I think Fujitsu is targeting a pretty general type supercomputer design with its Post-K CPU, basically something huge that is flexible enough to deal with all sorts of different HPC problems.
> Aaron Spink (aaronspink.delete@this.notearthlink.net) on January 24, 2017 7:20 am wrote:
>
> > Well the TB+ DRAM if you followed the thread was supposed to be total system memory and
> > pointing out that phone/tablet SOCs don't have ecc on memory, which would be a problem.
>
> It's definitely nice to have ECC on DRAM, just as it is on servers. And phone SoCs don't
> have the interconnect you would want either - so it (almost certainly) isn't going to be
> an unmodified phone SoC. But it can be something quite closely related to parts of a phone
> SoC/server SoC.
>
> > As far as memory per node goes, general ratios you see are
> > in the 1 GB of memory per 20 GFLOPs of performance
> > modulo some baseline memory overhead requirements (aka if you are only doing 1 GFLOP, you probably sill
> > need 1GB of memory...) So a 2 TFLOP node (DP) will likely require ~100GB of memory or so.
>
> That's a circular argument. For a machine which can deals with a wide variety of problems,
> it's reasonable. For a more specialized machine, it can be huge overkill. For example,
> a GTX 1080 w/ 9TFLOPS single-precision and 8GB, for a ratio of 1GB to 1125GFLOPS, which is
> about 56x away from your figure. Or consider dedicated bitcoin-mining rigs, which have a
> whole bunch of parallel-hashing ASICs and no DRAM (and in that case a fairly
> trivial interconnect such as a single USB link up to a master machine).
>
> So you're assuming it's a machine which can handle the same kinds of problems as a big cluster
> of Xeon-based nodes, and then you're criticizing the ARM-based chips for not having
> the same capabilities as Xeons. But this is a more specialized architecture optimized
> to give better price-performance on a narrow subset of problems. There'd be no
> point if it was the same - being different is what makes it interesting.
>
> > Also, the networking at 10k nodes get very expensive, you aren't going to do that for $100 per
> > node. A 48 port 10G switch will set you back 5k+ easy and you are going to need a lot of them,
> > a whole whole lot of them depending on topology.
>
> Again, you're making assumptions about what the network has to look like, and your assumptions
> are based on being able to run a wide variety of applications, some of which
> have a high ratio of communication/compute.
>
> This kind of system would probably look very different: first, it would have a large number
> of nodes on each board, e.g. 16 or 32 nodes, possibly with some cheap local interconnect
> (e.g. PCIe switch chips). PCIe can also go between boards in a rack, within reason.

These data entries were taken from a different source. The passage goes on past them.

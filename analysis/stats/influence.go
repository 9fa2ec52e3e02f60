package stats

// This file holds the influence measures of the straight line and the
// leave-one-out correlation, slope and intercept, all in O(n) total.

import (
	"math"
)

// InfluenceResult holds, per row in input order, the influence of that row
// on the least-squares line y = b0 + b1·x fitted to all rows.
type InfluenceResult struct {
	Leverage       []float64 // hᵢ = 1/n + (xᵢ−x̄)²/Sxx, at most 1 (clamped against rounding)
	Residual       []float64 // eᵢ = yᵢ − b0 − b1·xᵢ
	Studentized    []float64 // internally studentized rᵢ = eᵢ/(s·√(1−hᵢ)), s² = RSS/(n−2)
	StudentizedExt []float64 // externally studentized tᵢ = eᵢ/(s₍ᵢ₎·√(1−hᵢ)), s₍ᵢ₎ without row i
	CooksD         []float64 // Dᵢ = rᵢ²·hᵢ/(2(1−hᵢ))
	DFFITS         []float64 // tᵢ·√(hᵢ/(1−hᵢ))
	LooR           []float64 // Pearson r of the other n−1 rows
	LooSlope       []float64 // slope of the line fitted to the other n−1 rows
	LooIntercept   []float64 // intercept of that line
	SoleSupport    []bool    // hᵢ = 1: every other row has the same x, so row i alone sets the slope
}

// Influence returns the leverage, residual, internally and externally
// studentized residual, Cook's distance and DFFITS of every row for the
// least-squares line, and the correlation, slope and intercept of the data
// without each row in turn, in O(n) total time.
//
// Formulas (Belsley, Kuh & Welsch 1980, Regression Diagnostics, ch. 2;
// Cook & Weisberg 1982, Residuals and Influence in Regression, §2.2, 3.4),
// with p = 2 coefficients, dxᵢ = xᵢ−x̄, dyᵢ = yᵢ−ȳ and centred sums from
// CentredMoments:
//
//	hᵢ = 1/n + dxᵢ²/Sxx
//	s₍ᵢ₎² = (RSS − eᵢ²/(1−hᵢ)) / (n−3)
//	Dᵢ = rᵢ²·hᵢ / (2(1−hᵢ)),   DFFITSᵢ = tᵢ·√(hᵢ/(1−hᵢ))
//
// Leave-one-out uses the downdating identities of the centred sums
// (removing row i, with c = n/(n−1)):
//
//	Sxx₍ᵢ₎ = Sxx − c·dxᵢ² = c·Sxx·(1−hᵢ),  Syy₍ᵢ₎ = Syy − c·dyᵢ²,  Sxy₍ᵢ₎ = Sxy − c·dxᵢ·dyᵢ
//	b1₍ᵢ₎ = b1 − dxᵢ·eᵢ / (Sxx·(1−hᵢ))                   (DFBETA form)
//	b0₍ᵢ₎ = (ȳ − dyᵢ/(n−1)) − b1₍ᵢ₎·(x̄ − dxᵢ/(n−1))
//	r₍ᵢ₎ = Sxy₍ᵢ₎ / √(Sxx₍ᵢ₎·Syy₍ᵢ₎)
//
// Sole support: a row has leverage exactly 1 when every other row shares
// one x value (so n = 2 gives two such rows). That is detected from the
// data, not from a rounded hᵢ, and such a row gets Leverage 1, Residual 0,
// SoleSupport true, and NaN for Studentized, StudentizedExt, CooksD,
// DFFITS (0/0: the line passes through the row whatever its y), and for
// LooR, LooSlope, LooIntercept (without the row x is constant and no line
// exists). Other rows keep finite values. Nothing panics.
//
// Other undefined cases give NaN, never a panic: every value when n < 2 or
// x is constant (SoleSupport all false); Studentized, StudentizedExt,
// CooksD, DFFITS when n < 3 or the fit is exact (RSS at most the rounding
// floor (16ε)²·Σy², ε = 2⁻⁵²); StudentizedExt, DFFITS when n < 4; LooR when
// the remaining y are constant or n < 3. A rounding-negative s₍ᵢ₎² is taken
// as 0. x and y must have equal length (it panics otherwise) and hold no
// NaN or Inf.
func Influence(x, y []float64) InfluenceResult {
	if len(x) != len(y) {
		panic("stats: Influence: x and y lengths differ")
	}
	n := len(x)
	res := InfluenceResult{
		Leverage:       make([]float64, n),
		Residual:       make([]float64, n),
		Studentized:    make([]float64, n),
		StudentizedExt: make([]float64, n),
		CooksD:         make([]float64, n),
		DFFITS:         make([]float64, n),
		LooR:           make([]float64, n),
		LooSlope:       make([]float64, n),
		LooIntercept:   make([]float64, n),
		SoleSupport:    make([]bool, n),
	}
	nan := math.NaN()
	m := CentredMoments(x, y)
	if n < 2 || !(m.Sxx > 0) {
		for _, v := range [][]float64{res.Leverage, res.Residual, res.Studentized, res.StudentizedExt,
			res.CooksD, res.DFFITS, res.LooR, res.LooSlope, res.LooIntercept} {
			for i := range v {
				v[i] = nan
			}
		}
		return res
	}
	sole := soleSupportRow(x)
	nf := float64(n)
	b1 := m.Sxy / m.Sxx
	// Deviations from means held in two parts (meanParts): exact to
	// rounding even when x or y is far from 0.
	hx, lx, _ := meanParts(x)
	hy, ly, _ := meanParts(y)
	var rss float64
	for i := range x {
		e := ((y[i] - hy) - ly) - b1*((x[i]-hx)-lx)
		res.Residual[i] = e
		rss += e * e
	}
	// An exact fit leaves only rounding in the residuals; studentizing that
	// noise would make arbitrary "outliers". Treat RSS at or below the
	// rounding floor, (16ε)²·Σy², as exactly 0.
	var sumY2 float64
	for _, v := range y {
		sumY2 += v * v
	}
	const eps16 = 16 * 0x1p-52
	s := nan
	if n > 2 && rss > eps16*eps16*sumY2 {
		s = math.Sqrt(rss / (nf - 2))
	}
	c := nf / (nf - 1)
	for i := range x {
		dx, dy := (x[i]-hx)-lx, (y[i]-hy)-ly
		if sole[0] == i || sole[1] == i {
			res.SoleSupport[i] = true
			res.Leverage[i] = 1
			res.Residual[i] = 0
			res.Studentized[i], res.StudentizedExt[i], res.CooksD[i], res.DFFITS[i] = nan, nan, nan, nan
			res.LooR[i], res.LooSlope[i], res.LooIntercept[i] = nan, nan, nan
			continue
		}
		q := dx * dx / m.Sxx
		h := math.Min(1, 1/nf+q)
		omh := math.Max(0, (nf-1)/nf-q) // 1 − h, formed without adding 1/n first
		e := res.Residual[i]
		res.Leverage[i] = h
		ri := e / (s * math.Sqrt(omh))
		res.Studentized[i] = ri
		res.CooksD[i] = ri * ri * h / (2 * omh)
		ti := nan
		if n > 3 {
			s2 := (rss - e*e/omh) / (nf - 3)
			ti = e / (math.Sqrt(math.Max(s2, 0)) * math.Sqrt(omh))
		}
		res.StudentizedExt[i] = ti
		res.DFFITS[i] = ti * math.Sqrt(h/omh)

		sxx := c * m.Sxx * omh
		bi := b1 - dx*e/(m.Sxx*omh)
		res.LooSlope[i] = bi
		res.LooIntercept[i] = (m.MeanY - dy/(nf-1)) - bi*(m.MeanX-dx/(nf-1))
		if n > 2 {
			res.LooR[i] = corrFromSums(sxx, m.Syy-c*dy*dy, m.Sxy-c*dx*dy)
		} else {
			res.LooR[i] = nan
		}
	}
	return res
}

// soleSupportRow returns the indices of the rows whose leverage for the
// straight line is exactly 1: the rows that hold a value of x shared with
// no other row when x takes exactly two distinct values one of which
// occurs once. Unused slots are −1. With n = 2 and distinct x both rows
// qualify.
func soleSupportRow(x []float64) [2]int {
	none := [2]int{-1, -1}
	if len(x) < 2 {
		return none
	}
	a := x[0]
	b, bi := 0.0, -1
	na, nb := 0, 0
	lastA := 0
	for i, v := range x {
		switch {
		case v == a:
			na++
			lastA = i
		case bi < 0:
			b, bi = v, i
			nb++
		case v == b:
			nb++
		default:
			return none // three or more distinct values
		}
	}
	switch {
	case bi < 0:
		return none // constant x
	case na == 1 && nb == 1:
		return [2]int{lastA, bi}
	case na == 1:
		return [2]int{lastA, -1}
	case nb == 1:
		return [2]int{bi, -1}
	}
	return none
}
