// Group 1: the printed figures. Bland & Altman (1986), Lancet 327:307–310,
// first readings of each meter, d = Wright − mini: mean difference −2.1,
// SD 38.8, limits −79.7 to 75.5 l/min (printed to 0.1; the limits were
// worked from the rounded mean and SD, d̄ ± 2s, as SOURCES.md notes).
func TestBlandAltmanPEFRPrinted(t *testing.T) {
	t.Parallel()
	d := agrPEFR(t)
	la := BlandAltman(d["wright_1"], d["mini_1"], 2, 0.95)
	if math.Abs(la.Bias-(-2.1)) > 0.05 {
		t.Errorf("bias = %.4f, printed −2.1", la.Bias)
	}
	if math.Abs(la.SD-38.8) > 0.05 {
		t.Errorf("SD = %.4f, printed 38.8", la.SD)
	}
	rb, rs := math.Round(la.Bias*10)/10, math.Round(la.SD*10)/10
	if lo, hi := rb-la.K*rs, rb+la.K*rs; math.Abs(lo-(-79.7)) > 0.05 || math.Abs(hi-75.5) > 0.05 {
		t.Errorf("limits from rounded figures = %.2f, %.2f; printed −79.7, 75.5", lo, hi)
	}
	// Unrounded, the limits may differ from the printed ones by the rounding
	// of the mean (0.05) and of 2·SD (0.1).
	if math.Abs(la.Lower-(-79.7)) > 0.15 || math.Abs(la.Upper-75.5) > 0.15 {
		t.Errorf("limits = %.3f, %.3f; printed −79.7, 75.5 (±0.15 for the rounding)", la.Lower, la.Upper)
	}
	// The exact intervals are wider than the 1986 paper's approximate
	// limit ± t·√(3s²/n) at n = 17, and lie further out (asymmetric).
	approx := TQuantile(0.975, 16) * math.Sqrt(3*la.SD*la.SD/17)
	if !(la.UpperHi > la.Upper+approx && la.UpperHi-la.UpperLo > 2*approx && la.LowerLo < la.Lower-approx) {
		t.Errorf("upper interval %.2f to %.2f, lower from %.2f; approximate ±%.2f about %.2f and %.2f", la.UpperLo, la.UpperHi, la.LowerLo, approx, la.Upper, la.Lower)
	}
}

// Group 2: numpy/scipy on the same data (see the script for each call).
func TestBlandAltmanScipy(t *testing.T) {
	t.Parallel()
	d := agrPEFR(t)
	ref := agrRef(t)
	for _, tc := range []struct {
		key string
		k   float64
	}{{"bland_altman_k196", 1.96}, {"bland_altman_k2", 2}} {
		w := ref[tc.key]
		la := BlandAltman(d["wright_1"], d["mini_1"], tc.k, 0.95)
		const tol = 1e-12 // the same closed forms; t quantile agrees to ~1e-13 at df 16
		agrCheck(t, tc.key+" bias", la.Bias, w["bias"], tol)
		agrCheck(t, tc.key+" sd", la.SD, w["sd"], tol)
		agrCheck(t, tc.key+" bias_lo", la.BiasLo, w["bias_lo"], 1e-10)
		agrCheck(t, tc.key+" bias_hi", la.BiasHi, w["bias_hi"], 1e-10)
		agrCheck(t, tc.key+" lower", la.Lower, w["lower"], tol)
		agrCheck(t, tc.key+" upper", la.Upper, w["upper"], tol)
		// scipy.stats.nct.ppf(q, 16, k·√17) (Carkeet 2015; agreement_reference.py)
		agrCheck(t, tc.key+" lower_lo", la.LowerLo, w["lower_lo"], 1e-10)
		agrCheck(t, tc.key+" lower_hi", la.LowerHi, w["lower_hi"], 1e-10)
		agrCheck(t, tc.key+" upper_lo", la.UpperLo, w["upper_lo"], 1e-10)
		agrCheck(t, tc.key+" upper_hi", la.UpperHi, w["upper_hi"], 1e-10)
		// scipy.stats.linregress(m, d)
		agrCheck(t, tc.key+" trend_slope", la.TrendSlope, w["trend_slope"], 1e-10)
		agrCheck(t, tc.key+" trend_intercept", la.TrendIntercept, w["trend_intercept"], 1e-10)
		agrCheck(t, tc.key+" trend_se", la.TrendSlopeSE, w["trend_se"], 1e-10)
		agrCheck(t, tc.key+" trend_p", la.TrendP, w["trend_p"], 1e-9)
	}
}

func TestRepeatabilityScipy(t *testing.T) {
	t.Parallel()
	d := agrPEFR(t)
	ref := agrRef(t)
	for _, tc := range []struct{ key, a, b string }{
		{"repeatability_wright", "wright_1", "wright_2"},
		{"repeatability_mini", "mini_1", "mini_2"},
	} {
		w := ref[tc.key]
		r := Repeatability([][]float64{d[tc.a], d[tc.b]}, 0.95)
		if float64(r.DF) != w["df"] || r.N != 17 || r.M != 2 {
			t.Errorf("%s: N, M, DF = %d, %d, %d; want 17, 2, %v", tc.key, r.N, r.M, r.DF, w["df"])
		}
		agrCheck(t, tc.key+" sw", r.SW, w["sw"], 1e-12)
		// scipy.stats.chi2.ppf; our quantile is a bisection on UpperChi2.
		agrCheck(t, tc.key+" sw_lo", r.SWLo, w["sw_lo"], 1e-9)
		agrCheck(t, tc.key+" sw_hi", r.SWHi, w["sw_hi"], 1e-9)
		agrCheck(t, tc.key+" coef", r.Coef, 2.7718*r.SW, 2e-5) // Bland & Altman (1999) write 2.77·s_w; 2.7718 = 1.96·√2
	}
}

func TestBlandAltmanReplicatesScipy(t *testing.T) {
	t.Parallel()
	d := agrPEFR(t)
	w := agrRef(t)["replicates"]
	la := BlandAltmanReplicates([][]float64{d["wright_1"], d["wright_2"]},
		[][]float64{d["mini_1"], d["mini_2"]}, 1.96, 0.95)
	agrCheck(t, "bias", la.Bias, w["bias"], 1e-12)
	agrCheck(t, "sd_means", la.SDMeans, w["sd_means"], 1e-12)
	agrCheck(t, "sd", la.SD, w["sd"], 1e-12)
	agrCheck(t, "lower", la.Lower, w["bias"]-1.96*w["sd"], 1e-12)
	// scipy.stats.nct.ppf(q, 16, 1.96·√17) with the corrected SD
	agrCheck(t, "lower_lo", la.LowerLo, w["lower_lo"], 1e-10)
	agrCheck(t, "upper_hi", la.UpperHi, w["upper_hi"], 1e-10)
	// One replicate per method is the single-measurement method.
	one := BlandAltmanReplicates([][]float64{d["wright_1"]}, [][]float64{d["mini_1"]}, 1.96, 0.95)
	plain := BlandAltman(d["wright_1"], d["mini_1"], 1.96, 0.95)
	if one != plain {
		t.Errorf("one replicate each:\n got %+v\nwant %+v", one, plain)
	}
}

// Deming against scipy.odr (explicit ODR, weights 1 on x and 1/δ on y),
// jackknife by refitting scipy.odr without each row.
func TestDemingScipyODR(t *testing.T) {
	t.Parallel()
	d := agrPEFR(t)
	ref := agrRef(t)
	mean := func(a, b []float64) []float64 {
		m := make([]float64, len(a))
		for i := range a {
			m[i] = (a[i] + b[i]) / 2
		}
		return m
	}
	delta := DemingDeltaFromReplicates([][]float64{d["wright_1"], d["wright_2"]}, [][]float64{d["mini_1"], d["mini_2"]})
	agrCheck(t, "delta from replicates", delta, ref["deming_delta_rep"]["delta"], 1e-12)
	for _, tc := range []struct {
		key   string
		x, y  []float64
		delta float64
	}{
		{"deming_delta1", d["wright_1"], d["mini_1"], 1},
		{"deming_delta4", d["wright_1"], d["mini_1"], 4},
		{"deming_delta_rep", mean(d["wright_1"], d["wright_2"]), mean(d["mini_1"], d["mini_2"]), delta},
	} {
		w := ref[tc.key]
		f := Deming(tc.x, tc.y, tc.delta, 0.95)
		// ODR stops (sstol = partol = 1e-15, analytic derivatives) within
		// about 1e-9 of the closed-form slope; the intercept ȳ − b·x̄, with
		// x̄ ≈ 450 l/min against an intercept of 15–35, magnifies that to
		// about 5e-8 relative.
		const tol = 1e-7
		agrCheck(t, tc.key+" slope", f.Slope, w["slope"], tol)
		agrCheck(t, tc.key+" intercept", f.Intercept, w["intercept"], tol)
		agrCheck(t, tc.key+" slope_se", f.SlopeSE, w["slope_se"], tol)
		agrCheck(t, tc.key+" intercept_se", f.InterceptSE, w["intercept_se"], tol)
		agrCheck(t, tc.key+" slope_lo", f.SlopeLo, w["slope_lo"], tol)
		agrCheck(t, tc.key+" slope_hi", f.SlopeHi, w["slope_hi"], tol)
		agrCheck(t, tc.key+" intercept_lo", f.InterceptLo, w["intercept_lo"], tol)
		agrCheck(t, tc.key+" intercept_hi", f.InterceptHi, w["intercept_hi"], tol)
	}
}

func TestLinCCCNumpy(t *testing.T) {
	t.Parallel()
	d := agrPEFR(t)
	w := agrRef(t)["ccc"]
	c := LinCCC(d["wright_1"], d["mini_1"], 0.95)
	for _, f := range []struct {
		name      string
		got, want float64
	}{{"ccc", c.CCC, w["ccc"]}, {"lo", c.Lo, w["lo"]}, {"hi", c.Hi, w["hi"]}, {"zse", c.ZSE, w["zse"]},
		{"r", c.Pearson, w["r"]}, {"cb", c.Cb, w["cb"]}, {"u", c.U, w["u"]}} {
		agrCheck(t, "LinCCC "+f.name, f.got, f.want, 1e-12)
	}
	// r from Pearson; ρ_c = r·C_b.
	agrCheck(t, "r vs Pearson", c.Pearson, Pearson(d["wright_1"], d["mini_1"], 0.95).R, 1e-14)
	agrCheck(t, "r·Cb", c.Pearson*c.Cb, c.CCC, 1e-14)
}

> But maybe you only target applications with sufficiently low communication/compute that
> 2 x 10Gbit out of a 4U box, or between racks, is enough.
>
> > 100 48p 40g switches at 10-20k per. Total would be ~$2-3M for the switches. Most supercomputers
> > end up spending roughly the same on networking as they do on the nodes.
>
> Right, but the point of this is to build a system optimized for particular problems
> which don't need everything that a rackful-of-Xeon's give you.
>
> *If* you assume that you need an expensive interconnect, then the argument for using
> unorthodox high-throughput-per-dollar or high-throughput-per-watt cpu's goes away.
> So unorthodox cpu's are appropriate *only* for systems which also have an unorthodox
> (cheaper, lower-bandwidth) interconnect *and* cheaper (fewer GB per TFLOPS) DRAM.
> Which in turn means that it only works well for a subset of applications,
> but if CFD is what you need and it works for CFD, then it's all good.
I think Fujitsu is targeting a pretty general type supercomputer design with its Post-K CPU, basically something huge that is flexible enough to deal with all sorts of different HPC problems.